━━━ MATERIAL FOR THIS EXERCISE ━━━

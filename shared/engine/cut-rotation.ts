/**
 * From crystal frame to sample (lab) frame. Lab z = outward normal of the cut (normalised); lab
 * x = the in-plane reference direction (its projection into the cut plane), rotated about z by
 * the azimuth (degrees, counter-clockwise seen from +z); y = z × x. Rotated tensor:
 * T'_{ab…} = R_ai R_bj … T_{ij…} where the rows of R are the lab axes in crystal coordinates.
 */
import type { Mat3, Vec3 } from './linalg'
import { cross, maxAbs, scale } from './linalg'
import { transformTensor } from './tensor-space'
import { EngineError } from './errors'

/** A cut with its in-plane orientation, all in the crystal Cartesian frame. */
export interface CutOrientation {
  /** Outward surface normal (crystal Cartesian frame, any length ≠ 0). */
  normal: Vec3
  /** In-plane reference (e.g. primary flat), not parallel to the normal. */
  reference: Vec3
  /** Extra rotation of the lab x axis about the normal, degrees; default 0. */
  azimuthDeg?: number
}

/**
 * Rotation matrix crystal → lab (rows = lab x, y, z in crystal coordinates).
 * Throws ZERO_VECTOR (`{field}.normal` / `{field}.reference`) or REFERENCE_PARALLEL_TO_NORMAL.
 */
export function labFrame(cut: CutOrientation, field = 'crystal'): Mat3 {
  const plane = new Array<number>(6)
  const p = cutPlane(cut, field, plane)
  const z: Vec3 = [plane[0], plane[1], plane[2]]
  const inPlane: Vec3 = [plane[3], plane[4], plane[5]]
  const x0 = scale(inPlane, 1 / p)
  const y0 = cross(z, x0)
  const a = ((cut.azimuthDeg ?? 0) * Math.PI) / 180
  const [c, s] = [Math.cos(a), Math.sin(a)]
  const x: Vec3 = [c * x0[0] + s * y0[0], c * x0[1] + s * y0[1], c * x0[2] + s * y0[2]]
  const y = cross(z, x)
  return [...x, ...y, ...z]
}

/** Throws exactly what {@link labFrame} throws for `cut`, without forming the frame (request validation). */
export function checkCut(cut: CutOrientation, field = 'crystal'): void {
  cutPlane(cut, field)
}

/**
 * The checks of {@link labFrame}: unit normal z = normal/|normal| and the reference minus its
 * component along z; returns the length of that in-plane part and, with `out`, writes z (0–2) and
 * the in-plane part (3–5).
 */
function cutPlane(cut: CutOrientation, field: string, out?: number[]): number {
  // Both vectors are scaled by their largest component first: a direction has no size, so
  // [0, 0, 1e200] and [0, 0, 1e-200] are the z axis (their squares would overflow or underflow).
  const nm = maxAbs(cut.normal)
  if (!(nm > 0) || !Number.isFinite(nm))
    throw new EngineError({
      code: 'ZERO_VECTOR',
      field: `${field}.normal`,
      value: cut.normal,
      message: 'the normal is the zero vector',
    })
  const nv = [cut.normal[0] / nm, cut.normal[1] / nm, cut.normal[2] / nm]
  const n = Math.sqrt(nv[0] * nv[0] + nv[1] * nv[1] + nv[2] * nv[2])
  const inv = 1 / n
  const z0 = nv[0] * inv
  const z1 = nv[1] * inv
  const z2 = nv[2] * inv
  const rm = maxAbs(cut.reference)
  if (!(rm > 0) || !Number.isFinite(rm))
    throw new EngineError({
      code: 'ZERO_VECTOR',
      field: `${field}.reference`,
      value: cut.reference,
      message: 'the reference is the zero vector',
    })
  const rv = [cut.reference[0] / rm, cut.reference[1] / rm, cut.reference[2] / rm]
  const r = Math.sqrt(rv[0] * rv[0] + rv[1] * rv[1] + rv[2] * rv[2])
  const along = rv[0] * z0 + rv[1] * z1 + rv[2] * z2
  const i0 = rv[0] - along * z0
  const i1 = rv[1] - along * z1
  const i2 = rv[2] - along * z2
  const p = Math.sqrt(i0 * i0 + i1 * i1 + i2 * i2)
  if (p < 1e-9 * r)
    throw new EngineError({
      code: 'REFERENCE_PARALLEL_TO_NORMAL',
      field: `${field}.reference`,
      value: cut.reference,
      message: `the reference ${JSON.stringify(cut.reference)} is parallel to the normal ${JSON.stringify(cut.normal)}`,
      hint: 'choose an in-plane direction, e.g. the wafer flat',
    })
  if (out) {
    out[0] = z0
    out[1] = z1
    out[2] = z2
    out[3] = i0
    out[4] = i1
    out[5] = i2
  }
  return p
}

/** Express a crystal-frame tensor of rank `rank` in the lab frame given by {@link labFrame}. */
export function rotateToSample(tensor: Float64Array, rank: number, frame: Mat3): Float64Array {
  return transformTensor(tensor, rank, frame)
}
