/**
 * Small dense linear algebra in plain TypeScript: 3-vectors, 3×3 matrices (row-major, 9 numbers),
 * reduced row echelon form with a tolerance, null spaces and Gram–Schmidt. Frame-free; no units.
 */

/** A 3-vector (Cartesian components). */
export type Vec3 = readonly [number, number, number]
/** A 3×3 matrix stored row-major: `m[3*row + col]`. */
export type Mat3 = readonly number[]

/** Default absolute tolerance for pivots and zero tests on O(1) quantities. */
export const LINALG_TOL = 1e-9

/** The 3×3 identity. */
export const IDENTITY3: Mat3 = [1, 0, 0, 0, 1, 0, 0, 0, 1]

/** Product a·b of two 3×3 matrices. */
export function mulMat3(a: Mat3, b: Mat3): Mat3 {
  const out = new Array<number>(9)
  for (let r = 0; r < 3; r++)
    for (let c = 0; c < 3; c++) out[3 * r + c] = a[3 * r] * b[c] + a[3 * r + 1] * b[3 + c] + a[3 * r + 2] * b[6 + c]
  return out
}

/** Matrix–vector product m·v. */
export function mulMat3Vec(m: Mat3, v: Vec3): Vec3 {
  return [
    m[0] * v[0] + m[1] * v[1] + m[2] * v[2],
    m[3] * v[0] + m[4] * v[1] + m[5] * v[2],
    m[6] * v[0] + m[7] * v[1] + m[8] * v[2],
  ]
}

/** Determinant of a 3×3 matrix. */
export function det3(m: Mat3): number {
  return m[0] * (m[4] * m[8] - m[5] * m[7]) - m[1] * (m[3] * m[8] - m[5] * m[6]) + m[2] * (m[3] * m[7] - m[4] * m[6])
}

/** Scalar product. */
export function dot(a: Vec3, b: Vec3): number {
  return a[0] * b[0] + a[1] * b[1] + a[2] * b[2]
}

/** Vector product a × b (right-handed). */
export function cross(a: Vec3, b: Vec3): Vec3 {
  return [a[1] * b[2] - a[2] * b[1], a[2] * b[0] - a[0] * b[2], a[0] * b[1] - a[1] * b[0]]
}

/** Largest |component| (0 only for the zero vector). */
export function maxAbs(a: Vec3): number {
  return Math.max(Math.abs(a[0]), Math.abs(a[1]), Math.abs(a[2]))
}

/**
 * Euclidean length, scaled by the largest component first, so that neither 1e200 (whose square
 * overflows) nor 1e-200 (whose square underflows to 0) loses the answer.
 */
export function norm(a: Vec3): number {
  const m = maxAbs(a)
  if (m === 0 || !Number.isFinite(m)) return m
  const x = a[0] / m,
    y = a[1] / m,
    z = a[2] / m
  return m * Math.sqrt(x * x + y * y + z * z)
}

/** a / |a| computed without overflow or underflow (see {@link norm}); the zero vector stays zero. */
export function unitVector(a: Vec3): Vec3 {
  const m = maxAbs(a)
  if (m === 0) return [0, 0, 0]
  const x = a[0] / m,
    y = a[1] / m,
    z = a[2] / m
  const l = Math.sqrt(x * x + y * y + z * z)
  return [x / l, y / l, z / l]
}

/** a·s. */
export function scale(a: Vec3, s: number): Vec3 {
  return [a[0] * s, a[1] * s, a[2] * s]
}

/** Proper rotation by `angleRad` about the unit `axis` (right-hand rule), Rodrigues' formula. */
export function rotationAboutAxis(axis: Vec3, angleRad: number): Mat3 {
  const [x, y, z] = unitVector(axis)
  const c = Math.cos(angleRad)
  const s = Math.sin(angleRad)
  const t = 1 - c
  return [
    t * x * x + c,
    t * x * y - s * z,
    t * x * z + s * y,
    t * x * y + s * z,
    t * y * y + c,
    t * y * z - s * x,
    t * x * z - s * y,
    t * y * z + s * x,
    t * z * z + c,
  ]
}

/** Reflection through the plane with unit normal `n`: I − 2 n nᵀ. */
export function reflectionMatrix(n: Vec3): Mat3 {
  const [x, y, z] = unitVector(n)
  return [
    1 - 2 * x * x,
    -2 * x * y,
    -2 * x * z,
    -2 * x * y,
    1 - 2 * y * y,
    -2 * y * z,
    -2 * x * z,
    -2 * y * z,
    1 - 2 * z * z,
  ]
}

/** Result of {@link rref}: the reduced rows (same width) and the pivot column of each. */
export interface RrefResult {
  rows: number[][]
  pivots: number[]
}

/**
 * Reduced row echelon form by Gauss–Jordan elimination with partial pivoting. Entries whose
 * magnitude is below `tol` are treated as zero (and snapped to 0 in the output).
 */
export function rref(matrix: readonly (readonly number[])[], cols: number, tol = LINALG_TOL): RrefResult {
  const a = matrix.map((r) => r.slice())
  const pivots: number[] = []
  let row = 0
  for (let col = 0; col < cols && row < a.length; col++) {
    let best = row
    for (let r = row + 1; r < a.length; r++) if (Math.abs(a[r][col]) > Math.abs(a[best][col])) best = r
    if (Math.abs(a[best][col]) <= tol) continue
    ;[a[row], a[best]] = [a[best], a[row]]
    const p = a[row][col]
    for (let c = col; c < cols; c++) a[row][c] /= p
    for (let r = 0; r < a.length; r++) {
      if (r === row) continue
      const f = a[r][col]
      if (f === 0) continue
      for (let c = col; c < cols; c++) a[r][c] -= f * a[row][c]
    }
    pivots.push(col)
    row++
  }
  const rows = a.slice(0, row).map((r) => r.map((v) => (Math.abs(v) <= tol ? 0 : v)))
  return { rows, pivots }
}

/**
 * Basis of the null space {x : A x = 0} of a matrix with `cols` columns: one vector per free
 * column of the RREF, with 1 at that free column.
 */
export function nullSpace(matrix: readonly (readonly number[])[], cols: number, tol = LINALG_TOL): number[][] {
  const { rows, pivots } = rref(matrix, cols, tol)
  const isPivot = new Array<boolean>(cols).fill(false)
  pivots.forEach((p) => (isPivot[p] = true))
  const basis: number[][] = []
  for (let free = 0; free < cols; free++) {
    if (isPivot[free]) continue
    const v = new Array<number>(cols).fill(0)
    v[free] = 1
    rows.forEach((r, i) => (v[pivots[i]] = -r[free]))
    basis.push(v)
  }
  return basis
}

/** Orthonormal basis (Gram–Schmidt, twice for stability) of the span of `vectors`. */
export function orthonormalize(vectors: readonly Float64Array[], tol = LINALG_TOL): Float64Array[] {
  const out: Float64Array[] = []
  for (const v of vectors) {
    const w = Float64Array.from(v)
    for (let pass = 0; pass < 2; pass++)
      for (const u of out) {
        let d = 0
        for (let i = 0; i < w.length; i++) d += w[i] * u[i]
        for (let i = 0; i < w.length; i++) w[i] -= d * u[i]
      }
    let n = 0
    for (let i = 0; i < w.length; i++) n += w[i] * w[i]
    n = Math.sqrt(n)
    if (n <= tol) continue
    for (let i = 0; i < w.length; i++) w[i] /= n
    out.push(w)
  }
  return out
}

━━━

#### [EXERCISE GOAL]
A word-for-word copy of the lines above from the one with "out[4] = i1" through the one with "Small dense linear", inclusive, is the only output wanted.

#### [SOLVED PROBLEM]
    out[4] = i1
    out[5] = i2
  }
  return p
}

/** Express a crystal-frame tensor of rank `rank` in the lab frame given by {@link labFrame}. */
export function rotateToSample(tensor: Float64Array, rank: number, frame: Mat3): Float64Array {
  return transformTensor(tensor, rank, frame)
}
/**
 * Small dense linear algebra in plain TypeScript: 3-vectors, 3×3 matrices (row-major, 9 numbers),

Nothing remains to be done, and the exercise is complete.